CzTom, do you have a picture of your armrest showing the aluminum trim against the black bottom and Cinnamon elbow pad? I think a few of us might be interested. :angel:


----------



## bmw325 (Dec 19, 2001)

CzTom said:


> *The aluminum trim GaryB has pics of is called "Alu Saulen" (aluminum columns) trim by BMW. This is different from the brushed aluminum trim that is optional on M3s, which is all brushed in a single direction rather than in the pattern of semi-circles you see in GaryB's pics.
> You can buy this trim from any BMW dealer - I put this into my M3 cab, and it's terrific!
> Here are the part numbers for an E46 cab (the coupe and sedan have different PNs)
> 51 45 7 047 130 - instrument panel 1
> ...


Actually, I think his is a slightly different trim called "switchback" I think. The one w/ the columns is slightly different. I had thought only the compact came w/ the switchback trim -- but apparently they're now putting it in 330s too.


----------



## GaryB (Feb 2, 2003)

robg said:


> *Actually, I think his is a slightly different trim called "switchback" I think. The one w/ the columns is slightly different. I had thought only the compact came w/ the switchback trim -- but apparently they're now putting it in 330s too. *


I don't know what name BMW uses for my trim when ordered as an accessory, robg. BMW Canada's name for it, as a factory-installed option, is simply "aluminum trim". It's definitely the same as CzTom's, with overlapping semi-circular brush marks creating a subtle "striped" or "columnar" effect when viewed at a distance.

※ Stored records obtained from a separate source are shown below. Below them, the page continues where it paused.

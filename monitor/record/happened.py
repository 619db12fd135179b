"""The events of the record: what happened in a span, and what the alarms are made of."""

from __future__ import annotations

import json
import sqlite3
from collections.abc import Sequence

from monitor.record.eventrows import RARE, body_of
from monitor.record.types import Boot, EventRow

_ALARM_EVENTS = """
WITH alarms AS NOT MATERIALIZED (
  SELECT event, kind, name, body FROM events WHERE kind IN ('alarm', 'confirmed', 'muted')),
names AS (SELECT DISTINCT name FROM alarms),
raised AS (
  SELECT name, (SELECT event FROM alarms AS a WHERE kind = 'alarm' AND a.name = names.name
    AND json_extract(body, '$.raised') ORDER BY event DESC LIMIT 1) AS event FROM names),
newest AS (
  SELECT name, kind, max(event) AS event FROM alarms GROUP BY kind, name)
SELECT event FROM raised WHERE event IS NOT NULL
UNION SELECT newest.event FROM newest JOIN raised USING (name)
  WHERE kind != 'confirmed' OR newest.event > ifnull(raised.event, 0)
"""
_EVENTS = (
    "WITH offsets AS MATERIALIZED ("
    "SELECT CAST(key AS INTEGER) AS boot, value AS offset_ns FROM json_each(?1)) "
    "SELECT boot_ns + offset_ns, boot, boot_ns, kind, name, body "
    "FROM events LEFT JOIN offsets USING (boot) "
)


def between(
    db: sqlite3.Connection, boots: Sequence[Boot], span: tuple[int | None, int | None], limit: int,
    rare: str = "",
) -> list[EventRow]:  # fmt: skip
    """See Record.events; span: [start, end) in UTC ns, None: open."""
    query = (
        _EVENTS + "WHERE (?2 IS NULL OR boot_ns + offset_ns >= ?2) "
        "AND (?3 IS NULL OR boot_ns + offset_ns < ?3) "
        + (f"AND {RARE} " if f"'{rare}'" in RARE else "")
        + ("AND kind = ?5 " if rare else "")
        + "ORDER BY event DESC LIMIT ?4"
    )
    rows = db.execute(query, (_offsets(boots), *span, limit, *([rare] if rare else []))).fetchall()
    return [_event(*row) for row in reversed(rows)]


def of_alarms(db: sqlite3.Connection, boots: Sequence[Boot]) -> list[EventRow]:
    """See Record.alarm_events."""
    wanted = json.dumps([event for (event,) in db.execute(_ALARM_EVENTS)])
    query = _EVENTS + "WHERE event IN (SELECT value FROM json_each(?2)) ORDER BY event"
    return [_event(*row) for row in db.execute(query, (_offsets(boots), wanted))]


def _offsets(boots: Sequence[Boot]) -> str:
    known = {boot.boot: boot.utc_offset_ns for boot in boots if boot.utc_offset_ns is not None}
    return json.dumps(known)


def _event(
    utc_ns: int | None, boot: int, boot_ns: int, kind: str, name: str, body: str
) -> EventRow:
    return EventRow(utc_ns, boot, boot_ns, kind, name, body_of(body))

I have a picture of another accessory trim called "Aluminum U-Turn", which may be what you're referring to - don't they call U-turns "switchbacks" in England? It's definitely different from mine, with a more complex brush pattern.


----------



## brkf (May 26, 2003)

*Re: Silver Cube Looks Great*



wrwicky said:


> *eliyale,
> 
> I think you might really enjoy the silver cube. It really does provide a nice highlight to our very subdued interiors. After thinking that I would dump it for the std Ti trim based on the photos i saw (I thought it looked like fake carbon fiber), I was very happily suprised when I saw how beautiful the silver cube was on delivery day. I've never seen a photo that looks at all like it in person. But to help you decide, the color is almost exactly that of the brushed aluminum images shown above, and the texture should be identical to the black cube you've got.
> 
> BTW, that brushed Al looks awesome. I'd probably lean toward that, if it was about the same effort/money to get either one. It looks very elegant, although maybe the techno-edginess of the cubes suits the ZHP better. *


I like the cube on my ZHP. I have the black, i believe, but my leather is gray and floormats are black. All combined there's a nice constrast going and all the elements blend quite nicely.


----------



## bmw325 (Dec 19, 2001)

GaryB said:


> *I don't know what name BMW uses for my trim when ordered as an accessory, robg. BMW Canada's name for it, as a factory-installed option, is simply "aluminum trim". It's definitely the same as CzTom's, with overlapping semi-circular brush marks creating a subtle "striped" or "columnar" effect when viewed at a distance.
> 
> I have a picture of another accessory trim called "Aluminum U-Turn", which may be what you're referring to - don't they call U-turns "switchbacks" in England? It's definitely different from mine, with a more complex brush pattern. *


Yes-- that's it u-turn. That's what I though your trim might be.


----------



## Phil F (Mar 16, 2003)

3or5er said:


> *How much did you pay for the parts? And which dealer? :angel: *


I gave my local dealer czTom's part numbers and was given a quote of $580. I'm looking around to see if I can find a better price.


----------